» **SOURCE DATA**:
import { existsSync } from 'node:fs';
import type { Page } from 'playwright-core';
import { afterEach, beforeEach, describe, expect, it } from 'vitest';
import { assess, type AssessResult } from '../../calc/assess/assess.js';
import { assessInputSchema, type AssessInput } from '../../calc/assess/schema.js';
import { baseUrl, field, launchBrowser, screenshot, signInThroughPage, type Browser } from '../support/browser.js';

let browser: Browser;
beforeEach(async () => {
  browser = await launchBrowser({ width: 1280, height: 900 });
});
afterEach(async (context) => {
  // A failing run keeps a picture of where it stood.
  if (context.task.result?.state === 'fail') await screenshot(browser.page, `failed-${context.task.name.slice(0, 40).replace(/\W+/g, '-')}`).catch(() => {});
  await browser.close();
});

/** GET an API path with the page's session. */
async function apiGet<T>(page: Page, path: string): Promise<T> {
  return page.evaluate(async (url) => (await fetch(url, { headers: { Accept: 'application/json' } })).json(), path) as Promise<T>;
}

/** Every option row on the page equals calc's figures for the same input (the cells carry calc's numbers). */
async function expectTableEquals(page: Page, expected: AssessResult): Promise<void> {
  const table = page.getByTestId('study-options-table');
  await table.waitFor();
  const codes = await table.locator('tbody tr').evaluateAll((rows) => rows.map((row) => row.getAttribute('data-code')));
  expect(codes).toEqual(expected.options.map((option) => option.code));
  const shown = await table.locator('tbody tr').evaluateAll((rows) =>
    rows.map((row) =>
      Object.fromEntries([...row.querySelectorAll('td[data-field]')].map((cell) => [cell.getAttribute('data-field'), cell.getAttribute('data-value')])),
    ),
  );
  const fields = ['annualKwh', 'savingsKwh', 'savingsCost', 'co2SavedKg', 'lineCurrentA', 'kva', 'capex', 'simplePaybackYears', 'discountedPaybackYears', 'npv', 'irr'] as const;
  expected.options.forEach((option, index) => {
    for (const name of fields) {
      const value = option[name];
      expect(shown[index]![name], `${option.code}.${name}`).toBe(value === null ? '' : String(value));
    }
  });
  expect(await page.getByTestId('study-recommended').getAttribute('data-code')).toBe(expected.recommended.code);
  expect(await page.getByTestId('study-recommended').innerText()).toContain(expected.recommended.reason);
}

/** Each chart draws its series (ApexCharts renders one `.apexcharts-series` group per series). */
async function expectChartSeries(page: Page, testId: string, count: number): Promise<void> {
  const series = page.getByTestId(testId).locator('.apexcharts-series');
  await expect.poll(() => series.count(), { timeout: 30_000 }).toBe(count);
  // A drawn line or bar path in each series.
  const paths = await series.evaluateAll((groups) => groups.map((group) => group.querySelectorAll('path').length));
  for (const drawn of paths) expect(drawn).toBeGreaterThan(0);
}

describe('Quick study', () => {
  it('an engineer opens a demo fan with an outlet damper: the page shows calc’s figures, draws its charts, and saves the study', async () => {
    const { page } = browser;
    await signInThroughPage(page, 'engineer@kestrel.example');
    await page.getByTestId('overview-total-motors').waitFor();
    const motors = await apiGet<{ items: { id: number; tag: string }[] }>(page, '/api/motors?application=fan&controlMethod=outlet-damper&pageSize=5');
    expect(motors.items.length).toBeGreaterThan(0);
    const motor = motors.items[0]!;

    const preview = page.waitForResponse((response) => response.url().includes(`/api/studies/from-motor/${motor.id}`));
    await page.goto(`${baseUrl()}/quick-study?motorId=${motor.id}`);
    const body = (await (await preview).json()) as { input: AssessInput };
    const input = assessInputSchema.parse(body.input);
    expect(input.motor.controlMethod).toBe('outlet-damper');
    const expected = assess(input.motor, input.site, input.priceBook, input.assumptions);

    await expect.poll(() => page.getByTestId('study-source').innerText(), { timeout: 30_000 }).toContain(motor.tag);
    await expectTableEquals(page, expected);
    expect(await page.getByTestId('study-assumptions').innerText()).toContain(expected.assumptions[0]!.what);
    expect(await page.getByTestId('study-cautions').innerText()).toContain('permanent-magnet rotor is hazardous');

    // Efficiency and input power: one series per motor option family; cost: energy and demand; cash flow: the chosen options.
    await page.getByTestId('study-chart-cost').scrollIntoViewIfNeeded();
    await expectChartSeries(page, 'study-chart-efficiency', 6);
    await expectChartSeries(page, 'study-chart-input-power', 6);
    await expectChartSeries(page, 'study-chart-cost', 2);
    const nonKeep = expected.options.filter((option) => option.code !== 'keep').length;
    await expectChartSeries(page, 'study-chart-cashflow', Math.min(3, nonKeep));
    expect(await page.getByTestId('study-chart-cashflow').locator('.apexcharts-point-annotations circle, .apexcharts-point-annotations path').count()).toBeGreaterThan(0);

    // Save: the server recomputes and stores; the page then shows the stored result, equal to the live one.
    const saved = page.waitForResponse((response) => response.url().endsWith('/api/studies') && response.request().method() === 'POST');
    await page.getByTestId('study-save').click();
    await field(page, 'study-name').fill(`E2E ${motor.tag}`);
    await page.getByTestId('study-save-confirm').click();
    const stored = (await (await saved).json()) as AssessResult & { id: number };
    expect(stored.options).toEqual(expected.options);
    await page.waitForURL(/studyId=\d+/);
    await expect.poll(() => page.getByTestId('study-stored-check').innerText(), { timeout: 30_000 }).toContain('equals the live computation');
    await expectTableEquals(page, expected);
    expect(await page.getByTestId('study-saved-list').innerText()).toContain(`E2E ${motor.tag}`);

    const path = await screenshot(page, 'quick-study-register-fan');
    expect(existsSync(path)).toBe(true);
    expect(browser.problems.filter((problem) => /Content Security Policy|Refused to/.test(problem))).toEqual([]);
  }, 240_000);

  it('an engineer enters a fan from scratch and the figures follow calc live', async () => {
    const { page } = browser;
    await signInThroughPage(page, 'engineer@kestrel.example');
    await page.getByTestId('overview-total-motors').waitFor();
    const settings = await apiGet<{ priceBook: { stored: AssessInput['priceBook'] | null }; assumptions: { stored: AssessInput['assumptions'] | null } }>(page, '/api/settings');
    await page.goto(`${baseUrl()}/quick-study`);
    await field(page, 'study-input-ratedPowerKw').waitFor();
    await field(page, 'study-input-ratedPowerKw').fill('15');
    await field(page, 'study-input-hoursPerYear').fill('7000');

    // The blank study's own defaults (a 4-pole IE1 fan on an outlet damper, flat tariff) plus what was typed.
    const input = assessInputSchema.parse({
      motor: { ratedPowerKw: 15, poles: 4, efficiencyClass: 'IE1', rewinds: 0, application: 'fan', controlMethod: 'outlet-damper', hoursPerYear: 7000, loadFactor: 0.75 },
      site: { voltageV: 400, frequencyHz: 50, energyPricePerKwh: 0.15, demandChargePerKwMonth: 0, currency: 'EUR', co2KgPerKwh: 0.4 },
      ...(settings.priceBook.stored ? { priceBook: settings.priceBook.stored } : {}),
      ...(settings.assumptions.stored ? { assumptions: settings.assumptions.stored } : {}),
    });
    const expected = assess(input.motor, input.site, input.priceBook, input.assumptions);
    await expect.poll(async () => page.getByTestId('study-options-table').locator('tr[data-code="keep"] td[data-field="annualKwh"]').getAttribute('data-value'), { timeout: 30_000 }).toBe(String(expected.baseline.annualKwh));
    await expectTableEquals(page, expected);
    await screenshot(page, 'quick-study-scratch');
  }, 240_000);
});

» **WORK ITEM**:
Using the entries shown above, reproduce verbatim the lines from the line bearing "let browser: Browser;" to the line bearing "const shown = await", inclusive.

» **EXPECTED OUTPUT**:
let browser: Browser;
beforeEach(async () => {
  browser = await launchBrowser({ width: 1280, height: 900 });
});
afterEach(async (context) => {
  // A failing run keeps a picture of where it stood.
  if (context.task.result?.state === 'fail') await screenshot(browser.page, `failed-${context.task.name.slice(0, 40).replace(/\W+/g, '-')}`).catch(() => {});
  await browser.close();
});

/** GET an API path with the page's session. */
async function apiGet<T>(page: Page, path: string): Promise<T> {
  return page.evaluate(async (url) => (await fetch(url, { headers: { Accept: 'application/json' } })).json(), path) as Promise<T>;
}

/** Every option row on the page equals calc's figures for the same input (the cells carry calc's numbers). */
async function expectTableEquals(page: Page, expected: AssessResult): Promise<void> {
  const table = page.getByTestId('study-options-table');
  await table.waitFor();
  const codes = await table.locator('tbody tr').evaluateAll((rows) => rows.map((row) => row.getAttribute('data-code')));
  expect(codes).toEqual(expected.options.map((option) => option.code));
  const shown = await table.locator('tbody tr').evaluateAll((rows) =>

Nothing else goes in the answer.